Question: The bond dissociation energy of $\mathrm{B}-\mathrm{F}$ in $\mathrm{BF}_{3}$ is $646 \mathrm{~kJ} \mathrm{~mol}^{-1}$ whereas that of $\mathrm{C}-\mathrm{F}$ in $\mathrm{CF}_{4}$ is $515 \mathrm{~kJ} \mathrm{~mol}^{-1}$. The correct reason for higher $\mathrm{B}-\mathrm{F}$ bond dissociation energy as compared to that of $\mathrm{C}-\mathrm{F}$ is :-
Significant $\mathrm{p} \pi-\mathrm{p} \pi$ interaction between $\mathrm{B}$ and $\mathrm{F}$ in $\mathrm{BF}_{3}$ whereas there is not possibility of such interaction between $\mathrm{C}$ and $\mathrm{F}$ in $\mathrm{CF}_{4}$.

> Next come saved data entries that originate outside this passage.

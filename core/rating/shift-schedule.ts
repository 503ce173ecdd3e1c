import { interpolateShift, validateShiftCurve, type ShiftCurve } from './shift-curve';
import { requireFinite } from './validate';

/**
 * A shift curve in effect from time_ms (UTC epoch ms). toNext says what happens until the next dated
 * shift: 'prorate' moves linearly in time to the next curve; 'hold' keeps this curve until then.
 */
export interface DatedShift {
  time_ms: number;
  curve: ShiftCurve;
  toNext: 'prorate' | 'hold';
}

/** Checks dated shifts: valid curves, finite times strictly ascending, toNext 'prorate' or 'hold'. */
export function validateShifts(fn: string, shifts: readonly DatedShift[]): void {
  if (!Array.isArray(shifts)) throw new RangeError(`${fn} needs an array of dated shifts`);
  for (let i = 0; i < shifts.length; i++) {
    const s = shifts[i];
    requireFinite(fn, `time_ms of dated shift ${i}`, s?.time_ms);
    validateShiftCurve(`${fn} (dated shift ${i})`, s.curve);
    if (s.toNext !== 'prorate' && s.toNext !== 'hold') {
      throw new RangeError(`${fn} needs toNext 'prorate' or 'hold' in dated shift ${i}; got ${String(s.toNext)}`);
    }
    if (i > 0 && !(s.time_ms > shifts[i - 1].time_ms)) {
      throw new RangeError(
        `${fn} needs dated shifts sorted by time_ms, strictly ascending; shift ${i} at ${s.time_ms} is not after shift ${i - 1} at ${shifts[i - 1].time_ms}`,
      );
    }
  }
}

/**
 * The shift (m) to apply at time_ms (UTC epoch ms) and gauge height stage_m (m): 0 before the first
 * dated shift; the last one's curve after it; between two, the earlier curve, prorated linearly in
 * time towards the later one when the earlier says 'prorate'.
 */
export function shiftAt(shifts: readonly DatedShift[], time_ms: number, stage_m: number): number {
  validateShifts('shiftAt', shifts);
  requireFinite('shiftAt', 'time_ms', time_ms);
  requireFinite('shiftAt', 'stage_m', stage_m);
  return shiftIn(shifts, time_ms, stage_m);
}

/** shiftAt (m) without validation, for callers that validated the shifts, time (UTC ms) and stage (m) already. */
export function shiftIn(shifts: readonly DatedShift[], time_ms: number, stage_m: number): number {
  if (shifts.length === 0 || time_ms < shifts[0].time_ms) return 0;
  let k = shifts.length - 1;
  while (shifts[k].time_ms > time_ms) k--;
  const from = shifts[k];
  const sFrom = interpolateShift(from.curve, stage_m);
  if (k === shifts.length - 1) return sFrom;
  switch (from.toNext) {
    case 'hold':
      return sFrom;
    case 'prorate': {
      const to = shifts[k + 1];
      const w = (time_ms - from.time_ms) / (to.time_ms - from.time_ms);
      return sFrom + w * (interpolateShift(to.curve, stage_m) - sFrom);
    }
    default: {
      const unreachable: never = from.toNext;
      throw new RangeError(`shiftAt: unknown toNext ${String(unreachable)}`);
    }
  }
}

Lower degree of $\mathrm{p} \pi-\mathrm{p} \pi$ interaction between $\mathrm{B}$ and $\mathrm{F}$ in $\mathrm{BF}_{3}$ than that between $\mathrm{C}$ and $\mathrm{F}$ in $\mathrm{CF}_{4}$
Smaller size of B-atom as compared to that of C-atom
Stronger $\sigma$ bond between $\mathrm{B}$ and $\mathrm{F}$ in $\mathrm{BF}_{3}$ as compared to that between $\mathrm{C}$ and $\mathrm{F}$ in $\mathrm{CF}_{4}$
Correct Option: 1
Solution:
Due to back bonding in $\mathrm{BF}_{3}$ molecule all $\mathrm{B}-\mathrm{F}$ bond having partial double bond character.